By copying the variable definitions, I mean that were CSV import to be useful, one needs to be able to import another CSV with the same datatype definitions. I’ve not worked out how to do that with Add to View, but perhaps the bottom line is to use a self-describing data format. No worries.

Thanks again

Joel - I now understand from Doua that uploading the test data as SAS-file instead of csv-file was her solution: The variable formats were automatically recognised and she was able to run some basic statistics tests on the data. Note that Opal also accepts files from Stata, SPSS, SQL, and more. It is probably good to communicate this to data owners as a possible alternative upload route.

Hi Yannick,

I’d like to clarify the datashield login procedure for a multi-node setup with an OpenID Connect provider common to all nodes. Will the datashield user need to:

  • log into the web UI of each opal node
  • generate a personal access token
  • copy-paste that into a list of login details

Have I missed a simpler solution that doesn’t require the user to perform per-node bureaucracy?




Exactly, this per-node bureaucracy is only required once, whereas making the OIDC dance would have to be done each time the token has expired, for each node. The personal access token is the most suitable and safer way to authenticate using an API, as opposed to OIDC that is for human interaction (function call that redirects to a web browser, then callback to the “script”, is a bit weird). See also this Personal access token description.


It would still be ideal to me if there were some way to facilitate this dance when a user needs to acquire PATs from multiple nodes and compose a login script. I also note that creating a PAT requires four clicks and a text input in the UI.

So if we were to facilitate the login but still require the user to copy-paste, it would be something like:

  • Give the user an interface that allows them to click through a list of links to /ui/index.html#!profile for each node, with a form to paste in the collected tokens
  • Clicking on a link opens a window where the user authenticates, clicks Add Access Token, copies the token to the form, enters name, clicks Analyse and Use DataSHIELD and Save
  • Once all collected tokens have been pasted into the form, it spits out an R datashield login sciript.
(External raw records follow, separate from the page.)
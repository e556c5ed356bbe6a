// A stand-in for the `vscode` module, just large enough to construct the live run panel (src/extension/preview/
// previewPanel.ts) outside VS Code: documents with real text and change events, a webview panel that records what
// the host posts and lets a test send messages, configuration, memento, edits. vitest.config.mts aliases 'vscode' to
// this file for test/hardening only. Behaviour follows the VS Code API reference (code.visualstudio.com/api/references/
// vscode-api) for the members used; anything else is absent on purpose, so a new dependency shows up as a failure.

type Listener<T> = (e: T) => unknown;

export class EventEmitter<T> {
  private listeners = new Set<Listener<T>>();
  readonly event = (l: Listener<T>): { dispose(): void } => {
    this.listeners.add(l);
    return { dispose: () => this.listeners.delete(l) };
  };
  fire(e: T): void {
    for (const l of [...this.listeners]) l(e);
  }
  get size(): number {
    return this.listeners.size;
  }
  dispose(): void {
    this.listeners.clear();
  }
}

export class Uri {
  private constructor(readonly scheme: string, readonly path: string) {}
  static parse(s: string): Uri {
    const m = /^([a-z][a-z0-9+.-]*):(?:\/\/[^/]*)?(.*)$/i.exec(s);
    return m ? new Uri(m[1], m[2] || '/') : new Uri('file', s);
  }
  static file(p: string): Uri {
    return new Uri('file', p);
  }
  static joinPath(base: Uri, ...parts: string[]): Uri {
    return new Uri(base.scheme, [base.path.replace(/\/$/, ''), ...parts].join('/'));
  }
  get fsPath(): string {
    return this.path;
  }
  toString(): string {
    return `${this.scheme}://${this.path}`;
  }
}

export class Position {
  constructor(readonly line: number, readonly character: number) {}
}
export class Range {
  readonly start: Position;
  readonly end: Position;
  constructor(a: Position | number, b: Position | number, c?: number, d?: number) {
    this.start = typeof a === 'number' ? new Position(a, b as number) : a;
    this.end = typeof a === 'number' ? new Position(c as number, d as number) : (b as Position);
  }
}
export class Selection extends Range {}
export class WorkspaceEdit {
  readonly edits: { uri: Uri; range: Range; newText: string }[] = [];
  replace(uri: Uri, range: Range, newText: string): void {
    this.edits.push({ uri, range, newText });
  }
}
export enum ViewColumn { Active = -1, Beside = -2, One = 1, Two = 2 }
export enum TextEditorRevealType { Default = 0, InCenter = 1, InCenterIfOutsideViewport = 2 }
export class Disposable {
  constructor(private readonly fn: () => void) {}
  static from(...ds: { dispose(): unknown }[]): Disposable {
    return new Disposable(() => ds.forEach((d) => d.dispose()));
  }
  dispose(): void {
    this.fn();
  }
}

/** A text document with real content: offsets and positions as VS Code computes them (\n line ends). */
export class FakeDocument {
  version = 1;
  readonly languageId = 'fluxel';
  constructor(readonly uri: Uri, private text: string) {}
  getText(): string {
    return this.text;
  }
  positionAt(offset: number): Position {
    const before = this.text.slice(0, Math.max(0, Math.min(offset, this.text.length)));
    const lines = before.split('\n');
    return new Position(lines.length - 1, lines[lines.length - 1].length);
  }
  offsetAt(p: Position): number {
    const lines = this.text.split('\n');
    let off = 0;
    for (let l = 0; l < p.line && l < lines.length; l++) off += lines[l].length + 1;
    return off + p.character;
  }
  /** Replaces [start, end) and returns the change event VS Code would fire. */
  edit(start: number, end: number, newText: string): { document: FakeDocument; contentChanges: { rangeOffset: number; rangeLength: number; text: string }[]; reason: undefined } {
    this.text = this.text.slice(0, start) + newText + this.text.slice(end);
    this.version++;
    return { document: this, contentChanges: [{ rangeOffset: start, rangeLength: end - start, text: newText }], reason: undefined };
  }
}

export const documents = new Map<string, FakeDocument>();
export const onDidChangeTextDocumentEmitter = new EventEmitter<unknown>();
export const onDidChangeConfigurationEmitter = new EventEmitter<unknown>();
export const settings = new Map<string, unknown>();
export const appliedEdits: WorkspaceEdit[] = [];
export const infoMessages: string[] = [];

export const workspace = {
  onDidChangeTextDocument: onDidChangeTextDocumentEmitter.event,
  onDidChangeConfiguration: onDidChangeConfigurationEmitter.event,
  getConfiguration: (section: string) => ({ get: (key: string) => settings.get(`${section}.${key}`) }),
  openTextDocument: async (uri: Uri) => {
    const d = documents.get(uri.toString());
    if (!d) throw new Error(`no such document ${uri.toString()}`);
    return d;
  },
  applyEdit: async (we: WorkspaceEdit) => {
    appliedEdits.push(we);
    return true;
  },
  getWorkspaceFolder: () => undefined,
  fs: { readFile: async () => { throw new Error('no files in the fake workspace'); } },
};

export const commands = { executeCommand: async () => undefined, registerCommand: () => new Disposable(() => undefined) };
export const window = {
  showInformationMessage: async (m: string) => { infoMessages.push(m); return undefined; },
  showOpenDialog: async () => undefined,
  visibleTextEditors: [] as unknown[],
  showTextDocument: async () => ({ selection: null, revealRange: () => undefined, viewColumn: ViewColumn.One }),
  registerWebviewPanelSerializer: () => new Disposable(() => undefined),
  createWebviewPanel: () => { throw new Error('tests construct FakePanel themselves'); },
};

/** A webview panel: records the page and posted messages; `send` plays the webview posting a message to the host. */
export class FakePanel {
  /** The most recent messages the host posted (a long session would otherwise keep every frame alive). */
  readonly posted: unknown[] = [];
  /** How many messages of each type the host posted in all. */
  readonly counts = new Map<string, number>();
  visible = true;
  active = true;
  title = '';
  iconPath: unknown;
  readonly viewType = 'fluxel.liveRun';
  viewColumn = ViewColumn.Two;
  private readonly receive = new EventEmitter<unknown>();
  private readonly disposed = new EventEmitter<void>();
  private readonly viewState = new EventEmitter<void>();
  readonly webview = {
    options: {} as unknown,
    html: '',
    cspSource: 'https://file+.vscode-resource.vscode-cdn.net',
    asWebviewUri: (u: Uri) => Uri.parse(`https://file+.vscode-resource.vscode-cdn.net${u.path}`),
    onDidReceiveMessage: this.receive.event,
    postMessage: async (m: unknown) => {
      const type = String((m as { type?: unknown })?.type);
      this.counts.set(type, (this.counts.get(type) ?? 0) + 1);
      this.posted.push(m);
      if (this.posted.length > 400) this.posted.splice(0, 200);
      return true;
    },
  };
  readonly onDidDispose = this.disposed.event;
  readonly onDidChangeViewState = this.viewState.event;
  send(m: unknown): void {
    this.receive.fire(m);
  }
  reveal(): void {}
  dispose(): void {
    this.disposed.fire();
    this.disposed.dispose();
    this.receive.dispose();
  }
}

export class Memento {
  private readonly data = new Map<string, unknown>();
  get<T>(key: string): T | undefined {
    return this.data.get(key) as T | undefined;
  }
  async update(key: string, value: unknown): Promise<void> {
    this.data.set(key, value);
  }
  keys(): readonly string[] {
    return [...this.data.keys()];
  }
}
Otherwise, I can imagine using a web driver to execute the same flow, with user input at authentication. But distributing a web driver-based app to non-tech-savvy users is not ideal.

The third option would indeed involve a script opening a web browser to authenticate then using that OIDC flow to define a PAT with an Opal REST API. I’m not sure whether cross-site protections would make this difficult.



What you would expect is a kind of dashboard for the DataSHIELD nodes. That could also include some admin tools for monitoring the different node states. There is no such application right now.

What I can propose:

  • facilitate the creation of PATs in the Opal interface, by adding a more obvious link in the landing page and shortcuts + simplified forms for creating PATs for different common purposes (like DataSHIELD, data import/export, SQL etc.)
  • add some functions in opalr R package to login using OIDC (the weird OIDC dance initiated from a script, not sure it works from Rstudio server by the way) and to create PATs.


+1 for quick links to get PATs as a quick solution. I don’t mind where the start page is as long as it can be reached from a fixed URL, but it should then be at most three clicks to generate, copy and save the PAT, at least for DataSHIELD access since for that case you expect the user has minimal interest in the specific content of one node.

AFAICT, to use OIDC from a script requires knowing the client ID and listening on a port on localhost for the returned id/access token. No, opening a port won’t work in rstudio server, at least not when run on another host. But OIDC login from script by itself is not as useful as performing multiple OIDC logins from a script/CLI and returning a personal access token for each node in a way that you can then just paste that code into RStudio (server or otherwise).

And yes, I suppose users would find node status information to be helpful.